Rotaviruses are a major cause of acute gastroenteritis in children worldwide. Early stages of rotavirus assembly in infected cells occur in viroplasms. Confocal microscopy demonstrated that viroplasms associate with lipids and proteins (perilipin A, ADRP) characteristic of lipid droplets (LDs). LD-associated proteins were also found to colocalize with viroplasms containing a rotaviral NSP5-enhanced green fluorescent protein (EGFP) fusion protein and with viroplasm-like structures in uninfected cells coexpressing viral NSP2 and NSP5. Close spatial proximity of NSP5-EGFP and cellular perilipin A was confirmed by fluorescence resonance energy transfer. Viroplasms appear to recruit LD components during the time course of rotavirus infection. NSP5-specific siRNA blocked association of perilipin A with NSP5 in viroplasms. Viral double-stranded RNA (dsRNA), NSP5, and perilipin A cosedimented in low-density gradient fractions of rotavirus-infected cell extracts. Chemical compounds interfering with LD formation (isoproterenol plus isobutylmethylxanthine; triacsin C) decreased the number of viroplasms and inhibited dsRNA replication and the production of infectious progeny virus; this effect correlated with significant protection of cells from virus-associated cytopathicity. Rotaviruses represent a genus of another virus family utilizing LD components for replication, pointing at novel therapeutic targets for these pathogens.

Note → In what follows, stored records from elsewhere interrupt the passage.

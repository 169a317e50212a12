import request from 'supertest';
import { parseSpectrumFile } from '@ohmprint/spectral-engine';
import { seedLabDemo } from '../../../../../docker-free-scripts/seed/lab-demo';
import { demoFiles } from '../../../../../docker-free-scripts/seed/lab-demo-files';
import { useTestApp } from '../../testing';
import { MEASUREMENT_LIMITS } from './upload-measurements';

// Seeding the demo libraries in beforeAll takes seconds on a busy two-core machine.
jest.setTimeout(60_000);

const t = useTestApp();
let bench: { instrumentId: string; cellId: string };

beforeAll(async () => {
  await t.db.transaction((m) => seedLabDemo(m));
  const res = await request(t.app).get('/api/lab/bench').set(await t.authFor('analyst'));
  bench = { instrumentId: res.body.instruments[0].id, cellId: res.body.cells[0].id };
});

const SAMPLE = 'OP-7K3M-Q9';
const HEADER = "Frequency (Hz);Z' (Ω);Z'' (Ω)";
const good = () => demoFiles().filter((f) => f.sampleCode === SAMPLE)[0];
const exportOf = (rows: string[]) => [HEADER, ...rows].join('\n');

function upload(auth: Record<string, string>, files: { fileName: string; text: string }[], extraFields: Record<string, string> = {}) {
  let req = request(t.app)
    .post(`/api/lab/samples/${SAMPLE}/measurements`)
    .set(auth)
    .field('instrumentId', bench.instrumentId)
    .field('cellId', bench.cellId)
    .field('cellConstantSource', 'latest-calibration')
    .field('temperatureC', '22');
  for (const [name, value] of Object.entries(extraFields)) req = req.field(name, value);
  for (const f of files) req = req.attach('files', Buffer.from(f.text), f.fileName);
  return req;
}

const replicateCount = async (): Promise<number> => Number((await t.db.query(`SELECT count(*) AS n FROM replicate r JOIN sample s ON s.id = r.sample_id WHERE s.code = $1`, [SAMPLE]))[0].n);

describe('measurement upload under abuse', () => {
  it('refuses only the files with zero, 1e-300 Ω, 1e200 Ω or 1e308 Hz values, naming line and column, and keeps the good file', async () => {
    const before = await replicateCount();
    const ok = ['1000;120;-30', '100;150;-60', '10;200;-90', '1;260;-40', '0.1;300;-10'];
    const res = await upload(await t.authFor('analyst'), [
      good(),
      { fileName: 'zeros.csv', text: exportOf(ok.map((r) => `${r.split(';')[0]};0;0`)) },
      { fileName: 'tiny.csv', text: exportOf([...ok.slice(0, 2), '10;1e-300;-90', ...ok.slice(3)]) },
      { fileName: 'huge.csv', text: exportOf([...ok.slice(0, 4), '0.1;300;1e200']) },
      { fileName: 'far.csv', text: exportOf(['1e308;120;-30', ...ok.slice(1)]) },
    ]);
    expect(res.status).toBe(201);
    expect(res.body.saved.map((r: { fileName: string }) => r.fileName)).toEqual([good().fileName]);
    expect(res.body.rejected.map((r: { fileName: string; line: number; column: number }) => [r.fileName, r.line, r.column])).toEqual([
      ['zeros.csv', 2, 6],
      ['tiny.csv', 4, 4],
      ['huge.csv', 6, 9],
      ['far.csv', 2, 1],
    ]);
    expect(await replicateCount()).toBe(before + 1);
  });

  it('stores every point exactly as parsed (the worker writes the column text), awkward doubles included', async () => {
    const rows = ['1000.0000000000001;120.1;-30.3', '100;0.30000000000000004;-60', '10;200.00000000000003;-90.00000000000001', '1;260;-40', '0.1;300;-10'];
    const res = await upload(await t.authFor('analyst'), [{ fileName: 'awkward.csv', text: exportOf(rows) }]);
    expect(res.status).toBe(201);
    const [stored] = await t.db.query(`SELECT frequency_hz, re, im FROM replicate WHERE id = $1`, [res.body.saved[0].id]);
    // The same doubles as the engine's parser gives on this thread, bit for bit.
    const parsed = parseSpectrumFile(exportOf(rows), { maxPoints: MEASUREMENT_LIMITS.pointsPerFile });
    expect(stored.frequency_hz).toEqual(Array.from(parsed.frequencyHz));
    expect(stored.re).toEqual(Array.from(parsed.re));
    expect(stored.im).toEqual(Array.from(parsed.im));
    expect(stored.re).toContain(0.30000000000000004);
  });

  it('refuses a file with more rows than the limit, naming the limit', async () => {
    const rows = Array.from({ length: MEASUREMENT_LIMITS.pointsPerFile + 1 }, (_, i) => `${(1 + i * 0.01).toFixed(2)};${100 + i};-10`);
    const res = await upload(await t.authFor('analyst'), [{ fileName: 'endless.csv', text: exportOf(rows) }]);
    expect(res.status).toBe(400);
    expect(res.body.detail).toContain(`more than ${MEASUREMENT_LIMITS.pointsPerFile} data rows`);
  });

  it('refuses more files than the limit with 413 naming it', async () => {
    const files = Array.from({ length: MEASUREMENT_LIMITS.files + 1 }, (_, i) => ({ ...good(), fileName: `rep-${i}.csv` }));
    const res = await upload(await t.authFor('analyst'), files);
    expect(res.status).toBe(413);
    expect(res.body.type).toBe('urn:ohmprint:problem:too-many-files');
    expect(res.body.detail).toContain(`At most ${MEASUREMENT_LIMITS.files} files`);
  });

  it('refuses thousands of form fields and megabyte-long fields with 413 naming the limit', async () => {
    const many = Object.fromEntries(Array.from({ length: 40 }, (_, i) => [`extra${i}`, 'x']));
    const tooMany = await upload(await t.authFor('analyst'), [good()], many);
    expect(tooMany.status).toBe(413);
    expect(tooMany.body.type).toBe('urn:ohmprint:problem:too-many-fields');
    expect(tooMany.body.detail).toMatch(/At most \d+ text fields/);

    const tooLong = await upload(await t.authFor('analyst'), [good()], { remarks: 'x'.repeat(1024 * 1024) });
    expect(tooLong.status).toBe(413);
    expect(tooLong.body.type).toBe('urn:ohmprint:problem:field-too-long');
    expect(tooLong.body.detail).toMatch(/text field \(field "remarks"\) is longer than 16 KB/);
  });

  it('refuses a NUL character in a form field with 400 naming the field', async () => {
    const res = await upload(await t.authFor('analyst'), [good()], { note: 'bench\u0000two' });
    expect(res.status).toBe(400);
    expect(res.body.errors).toEqual([{ field: 'note', message: expect.stringMatching(/NUL/) }]);
  });

  it('refuses uploads with the key of a suspended lab, storing nothing', async () => {
    const issued = await request(t.app).post('/api/lab/instrument-keys').set(await t.authFor('lab-admin')).send({ name: 'Bench PC' });
    const key = { Authorization: `Bearer ${issued.body.secret}` };
    expect((await upload(key, [good()])).status).toBe(201);
    const [lab] = await t.db.query(`SELECT lab_id FROM sample WHERE code = $1`, [SAMPLE]);
    const suspended = await request(t.app).patch(`/api/operator/labs/${lab.lab_id}`).set(await t.authFor('platform-operator')).send({ status: 'suspended', reason: 'Suspension drill (test)' });
    expect(suspended.status).toBe(200);
    const before = await replicateCount();
    const refused = await upload(key, [good()]);
    expect(refused.status).toBe(403);
    expect(refused.body.type).toBe('urn:ohmprint:problem:lab-suspended');
    expect(await replicateCount()).toBe(before);
  });
});

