const DECIMAL_POINT = /^[+-]?(?:\d+(?:\.\d*)?|\.\d+)(?:[eE][+-]?\d+)?$/;
const DECIMAL_COMMA = /^[+-]?(?:\d+(?:,\d*)?|,\d+)(?:[eE][+-]?\d+)?$/;

/**
 * A cell as a finite number, or null when it is not one. A decimal comma is accepted only when
 * commas do not separate cells. NaN, infinities and thousands separators are not numbers here.
 */
export function readNumber(cell: string, decimalComma: boolean): number | null {
  const text = cell.trim().replace(/^"(.*)"$/, '$1').trim().replace(/^\u2212/, '-');
  let value: number | null = null;
  if (DECIMAL_POINT.test(text)) value = Number(text);
  else if (decimalComma && DECIMAL_COMMA.test(text)) value = Number(text.replace(',', '.'));
  return value !== null && Number.isFinite(value) ? value : null;
}
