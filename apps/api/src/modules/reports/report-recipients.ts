import type { EntityManager } from 'typeorm';

/** Who hears about a client's reports: its contact address and every active client admin. */
export async function clientRecipients(manager: EntityManager, labId: string, clientOrganisationId: string): Promise<string[]> {
  const rows: Array<{ email: string | null }> = await manager.query(
    `SELECT contact_email AS email FROM client_organisation WHERE lab_id = $1 AND id = $2
     UNION
     SELECT u.email FROM client_membership m JOIN app_user u ON u.id = m.user_id
      WHERE m.lab_id = $1 AND m.client_organisation_id = $2 AND m.role = 'client-admin' AND u.status = 'active'`,
    [labId, clientOrganisationId],
  );
  return [...new Set(rows.map((r) => r.email).filter((e): e is string => !!e))].sort();
}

机译:轮状病毒是全世界儿童急性胃肠炎的主要原因。轮状病毒在感染细胞中组装的早期阶段发生在病毒质中。共聚焦显微镜显示,病毒质与脂滴(LDs)的脂质和蛋白质(perilipin A,ADRP)有关。还发现与LD相关的蛋白与含有旋转病毒NSP5增强型绿色荧光蛋白(EGFP)融合蛋白的病毒质共定位,并且在共表达病毒NSP2和NSP5的未感染细胞中具有病毒样结构。通过荧光共振能量转移证实了NSP5-EGFP和细胞周围脂蛋白A在空间上接近。在轮状病毒感染的过程中,病毒质似乎募集了LD成分。 NSP5特异性siRNA阻止了质体中脂蛋白A与NSP5的缔合。病毒双链RNA(dsRNA),NSP5和周脂蛋白A被轮状病毒感染的细胞提取物的低密度梯度级分沉淀。干扰LD形成的化合物(异丙肾上腺素加异丁基甲基黄嘌呤;三酸甘油三酯C)减少病毒质数量并抑制dsRNA复制和传染性子代病毒的产生;这种作用与细胞免受病毒相关细胞病变的显着保护有关。轮状病毒代表了另一个利用LD成分进行复制的病毒家族,它们指向这些病原体的新型治疗靶标。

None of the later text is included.